New York Enacts Legislation Rendering Retainage Above 5% Void in Private Construction Contracts, by Andrew Richards, Esq., 12-22-2025
On December 19, 2025, Governor Kathy Hochul approved legislation (A.5405/S.5655) amending General Business Law (“GBL”) § 757 to render void any provision in a private improvement construction contract that requires retainage in excess of five percent.
This legislation takes effect immediately and is intended to reinforce the existing five‑percent retainage cap established in 2023 under the Prompt Payment Act (GBL § 756-c) for covered private improvement construction contracts. Moreover, the legislation applies to an action brought to enforce or defend against the enforcement of void terms of the contract only where the contract was entered into after November 17, 2023, which affects certain contracts that are ongoing.
Following the 2023 amendments to the Prompt Payment Act, many owners, subcontractors and general contractors believed that section 756-c of GBL already limited retention to five percent for covered private improvement construction contracts of $150,000 or more.

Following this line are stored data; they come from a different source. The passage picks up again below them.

import { originAllowed } from "@/lib/auth/access";
import type { Principal } from "@/lib/auth/principal";
import { RATE_LIMIT, RATE_LIMIT_POLICY } from "@/lib/limits/rate-limit-headers";
import { Refusal } from "@/lib/service/refusal";

/** Response headers that a page's script may read. */
export const EXPOSED_HEADERS = [
  RATE_LIMIT,
  RATE_LIMIT_POLICY,
  "Retry-After",
  "Request-Id",
  "Location",
  "Link",
  "ETag",
  "Deprecation",
  "Sunset",
];

const REQUEST_HEADERS = [
  "Authorization",
  "Content-Type",
  "Accept",
  "Idempotency-Key",
  "If-Match",
  "If-None-Match",
  "Prefer",
];

/** How long a browser may remember a preflight, s. */
const PREFLIGHT_SECONDS = 7200;

export function isPreflight(request: Request): boolean {
  return (
    request.method === "OPTIONS" &&
    request.headers.has("origin") &&
    request.headers.has("access-control-request-method")
  );
}

/** A preflight carries no key, so every origin is told yes; the call itself enforces the key's origins. */
export function preflightHeaders(origin: string, methods: readonly string[]): [string, string][] {
  return [
    ["Access-Control-Allow-Origin", origin],
    ["Access-Control-Allow-Methods", methods.join(", ")],
    ["Access-Control-Allow-Headers", REQUEST_HEADERS.join(", ")],
    ["Access-Control-Max-Age", String(PREFLIGHT_SECONDS)],
  ];
}

/** Refuses a browser's call from a page that may not use the key. */
export function requireOrigin(principal: Principal, headers: Headers, configured: string): void {
  const origin = headers.get("origin");
  if (origin === null || principal.kind === "anonymous") return;
  if (originAllowed(principal, origin, headers, configured)) return;
  throw new Refusal("origin-not-allowed", `Pages of ${origin.slice(0, 200)} may not call with this key.`);
}

/**
 * Headers that let a page's script read the answer: without a key there is nothing in it that is not public (a refusal
 * included); with one, only for the origins it allows.
 */
export function corsHeaders(
  principal: Principal | undefined,
  headers: Headers,
  configured: string,
): [string, string][] {
  const origin = headers.get("origin");
  if (origin === null) return [];
  if (principal && principal.kind !== "anonymous" && !originAllowed(principal, origin, headers, configured))
    return [];
  return [
    ["Access-Control-Allow-Origin", origin],
    ["Access-Control-Expose-Headers", EXPOSED_HEADERS.join(", ")],
  ];
}
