import { countEmbedCall } from "@/db/queries/embeds";
import { insertUsage } from "@/db/queries/usage";
import { requireAccess } from "@/lib/auth/access";
import { SIGNED_OUT_ID } from "@/lib/auth/principal";
import { abandon, finish, fingerprintOf, readIdempotencyKey, startOrRepeat } from "@/lib/idempotency/repeat";
import { Refusal } from "@/lib/service/refusal";
import type { Service } from "@/lib/service/service";
import { clientKind } from "@/lib/usage/client-kind";
import { discardBody, receiveBody } from "./body";
import { Call } from "./call";
import { corsHeaders, isPreflight, preflightHeaders, requireOrigin } from "./cors";
import { BASE_PATH } from "./base-path";
import { negotiate } from "./negotiate";
import type { Handled, Operation, Outcome, Prepared } from "./operation";
import { refusalOf } from "./refusal-of";
import type { Match, RouteTable } from "./route-table";
import { answerOf, type Answer, problemAnswer, respond } from "./respond";

/** What is known of a call once it is over, for the usage and the log. */
interface Report {
  operation: Operation | undefined;
  accepts: string;
  shape: string | null;
  computations: number;
  /** Reserved computations that a job goes on holding. */
  held: number;
  /** The call was counted in the transaction that made its change. */
  counted: boolean;
}

/**
 * Answers one call: request id, authentication, limits, input, work, metering, answer. Pure of any framework: whoever
 * has a Request and a service can serve the registry. Never throws; a defect is a 500 without particulars.
 */
export async function dispatch(request: Request, service: Service, registry: RouteTable): Promise<Response> {
  const call = new Call(request, service);
  const match = registry.match(request.method, call.url.pathname.slice(BASE_PATH.length));
  if (request.method === "OPTIONS" && match) return options(call, match);

  const report: Report = {
    operation: match?.operation,
    accepts: "application/json",
    shape: null,
    computations: 0,
    held: 0,
    counted: false,
  };
  let answer: Answer;
  try {
    answer = await work(call, registry, match, report);
  } catch (error) {
    const refusal = refusalOf(error, call);
    answer = problemAnswer(refusal, call.requestId, service.config.origin, report.accepts);
  }
  try {
    await discardBody(request);
    await call.settle(report.computations + report.held);
    await countOnce(call, report, answer.status);
    log(call, report, answer.status);
    return await finished(call, notModified(call, answer), request.method === "HEAD");
  } catch (error) {
    // Not even metering went through, for instance because another process holds the database.
    const refusal = refusalOf(error, call);
    answer = problemAnswer(refusal, call.requestId, service.config.origin, report.accepts);
    return respond(answer, {
      requestId: call.requestId,
      secure: service.config.origin.startsWith("https:"),
      limits: [],
      cors: [],
      bodyless: request.method === "HEAD",
    });
  }
}

async function work(
  call: Call,
  registry: RouteTable,
  match: Match | undefined,
  report: Report,
): Promise<Answer> {
  const { request, service, url, headers } = call;
  const operation = match?.operation;
  const negotiated = operation && negotiation(operation, call);
  if (typeof negotiated === "string") report.accepts = negotiated;

  const principal = await call.admit();
  if (!match) throw new Refusal("unknown-path", `There is nothing at ${url.pathname.slice(0, 200)}.`);
  if (!operation) {
    throw new Refusal("method-not-allowed", `This path takes ${match.allow.join(", ")}.`, {
      headers: { Allow: match.allow.join(", ") },
    });
  }
  requireOrigin(principal, headers, service.config.origin);
  requireAccess(principal, operation.scope);
  if (principal.kind === "embed" && !operation.widgets && operation.scope !== "none") {
    throw new Refusal("insufficient-scope", "A widget's frame computes; this call is not for it.");
  }
  if (negotiated instanceof Refusal) throw negotiated;

  const body = operation.request.body && (await receiveBody(request, operation.request.body));
  const prepared = operation.prepare({ path: match.path, query: url.searchParams, body });
  const idempotencyKey =
    prepared.stores && principal.kind === "key"
      ? readIdempotencyKey(headers.get("idempotency-key"))
      : undefined;
  if (idempotencyKey === undefined) return await perform(call, registry, prepared, report);

  const key = { owner: principal.kind === "key" ? principal.id : "", key: idempotencyKey };
  const fingerprint = fingerprintOf(request.method, url.pathname + url.search, body?.bytes);
  const repeated = startOrRepeat(service.db, key, fingerprint, call.now);
  if (repeated) return repeated;
  try {
    return await perform(call, registry, prepared, report, (answer, outcome) => {
      const body = outcome.repeat === undefined ? String(answer.body ?? "") : JSON.stringify(outcome.repeat);
      finish(service.db, key, { status: answer.status, headers: answer.headers, body }, call.now);
    });
  } catch (error) {
    abandon(service.db, key);
    throw error;
  }
}

/** Runs the handler; a change, the answer kept for repeats and the count are one transaction. */
async function perform(
  call: Call,
  registry: RouteTable,
  prepared: Prepared,
  report: Report,
  keep?: (answer: Answer, outcome: Outcome) => void,
): Promise<Answer> {
  const { service, principal } = call;
  if (!principal) throw new Error("A call is performed before its caller is known.");
  await call.reserve(prepared.reserve);
  const handled: Handled = await prepared.handle({
    service,
    principal,
    requestId: call.requestId,
    now: call.now,
    url: call.url,
    headers: call.headers,
    accepts: report.accepts,
    registry,
    reserve: (computations) => call.reserve(computations),
  });
  const done = await service.commits.run(() => {
    const outcome = "commit" in handled ? handled.commit() : handled;
    const answer = answerOf(outcome.status, outcome.content, outcome.headers);
    keep?.(answer, outcome);
    const facts = {
      shape: outcome.shape ?? null,
      computations: outcome.computations ?? 0,
      held: outcome.held ?? 0,
    };
    count(call, { ...report, ...facts }, answer.status);
    return { answer, facts };
  });
  // Only now, when nothing can be rolled back any more.
  Object.assign(report, done.facts, { counted: true });
  return done.answer;
}

/** Agreed before the caller is known, so that a refusal to a spreadsheet is text as well; told after. */
function negotiation(operation: Operation, call: Call): string | Refusal {
  try {
    return negotiate(operation.produces, call.headers, call.url.searchParams);
  } catch (error) {
    if (error instanceof Refusal) return error;
    throw error;
  }
}

/** Counts a call that ended without a change of its own. */
async function countOnce(call: Call, report: Report, status: number): Promise<void> {
  const { principal, service } = call;
  if (report.counted || !principal || principal.kind === "anonymous") return;
  await service.commits.run(() => count(call, report, status));
}

function count(call: Call, report: Report, status: number): void {
  const { principal } = call;
  if (!principal || principal.kind === "anonymous") return;
  insertUsage(call.service.db, {
    at: call.now,
    requestId: call.requestId,
    keyId: principal.kind === "signed-out" ? SIGNED_OUT_ID : principal.id,
    teamId: principal.kind === "signed-out" ? "" : principal.teamId,
    operation: report.operation?.id ?? "none",
    shape: report.shape,
    status,
    latencyUs: Math.round((performance.now() - call.started) * 1000),
    computations: report.computations,
    client: clientKind(call.headers.get("user-agent")),
  });
  if (principal.kind === "embed") {
    const { id: embedId, host } = principal;
    countEmbedCall(call.service.db, {
      embedId,
      host,
      at: call.now,
      status,
      computations: report.computations,
    });
  }
}

function log(call: Call, report: Report, status: number): void {
  const { principal, service } = call;
  service.log.info({
    requestId: call.requestId,
    method: call.request.method,
    path: call.url.pathname,
    operation: report.operation?.id,
    status,
    ms: Math.round((performance.now() - call.started) * 1000) / 1000,
    computations: report.computations,
    caller:
      principal?.kind === "key" || principal?.kind === "embed"
        ? principal.id
        : (principal?.kind ?? "refused"),
    client: clientKind(call.headers.get("user-agent")),
    address: call.address,
  });
}

/** RFC 9110, 13.1.2: what the client has already is not sent again. */
function notModified(call: Call, answer: Answer): Answer {
  const etag = answer.headers.ETag;
  const wanted = call.headers.get("if-none-match");
  const reads = call.request.method === "GET" || call.request.method === "HEAD";
  if (!reads || answer.status !== 200 || etag === undefined || wanted === null) return answer;
  const weak = (tag: string) => tag.trim().replace(/^W\//, "");
  if (wanted.trim() !== "*" && !wanted.split(",").some((tag) => weak(tag) === weak(etag))) return answer;
  const { "Content-Type": _type, ...headers } = answer.headers;
  return { status: 304, headers, body: null };
}

async function finished(call: Call, answer: Answer, bodyless: boolean): Promise<Response> {
  const { config } = call.service;
  return respond(answer, {
    requestId: call.requestId,
    secure: config.origin.startsWith("https:"),
    limits: await call.limits(),
    cors: corsHeaders(call.principal, call.headers, config.origin),
    bodyless,
  });
}

/** OPTIONS spends nothing and needs no key: a browser's preflight cannot carry one. */
async function options(call: Call, match: Match): Promise<Response> {
  const { config } = call.service;
  const origin = call.headers.get("origin");
  const preflight = isPreflight(call.request) && origin !== null;
  return respond(
    { status: 204, headers: { Allow: match.allow.join(", ") }, body: null },
    {
      requestId: call.requestId,
      secure: config.origin.startsWith("https:"),
      limits: await call.limits(),
      cors: preflight ? preflightHeaders(origin, match.allow) : [],
      bodyless: true,
    },
  );
}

However, because that limitation was not included among the void provisions set forth in GBL § 757, owners and general contractors were able to circumvent the statutory cap through contractual provisions requiring higher retainage.
With the enactment of this legislation, any contract provision requiring retainage in excess of five percent is now expressly deemed void under GBL § 757. As a result, owners and general contractors may no longer rely on contractual language to impose retainage exceeding that cap on qualifying private improvement projects.
Owners, general contractors, and subcontractors involved in qualifying private construction projects in New York should promptly review and revise their standard form agreements and any active contracts to ensure compliance with the amended statute. Retainage provisions that exceed the statutory limit may be invalidated, potentially resulting in payment disputes and exposure to statutory interest.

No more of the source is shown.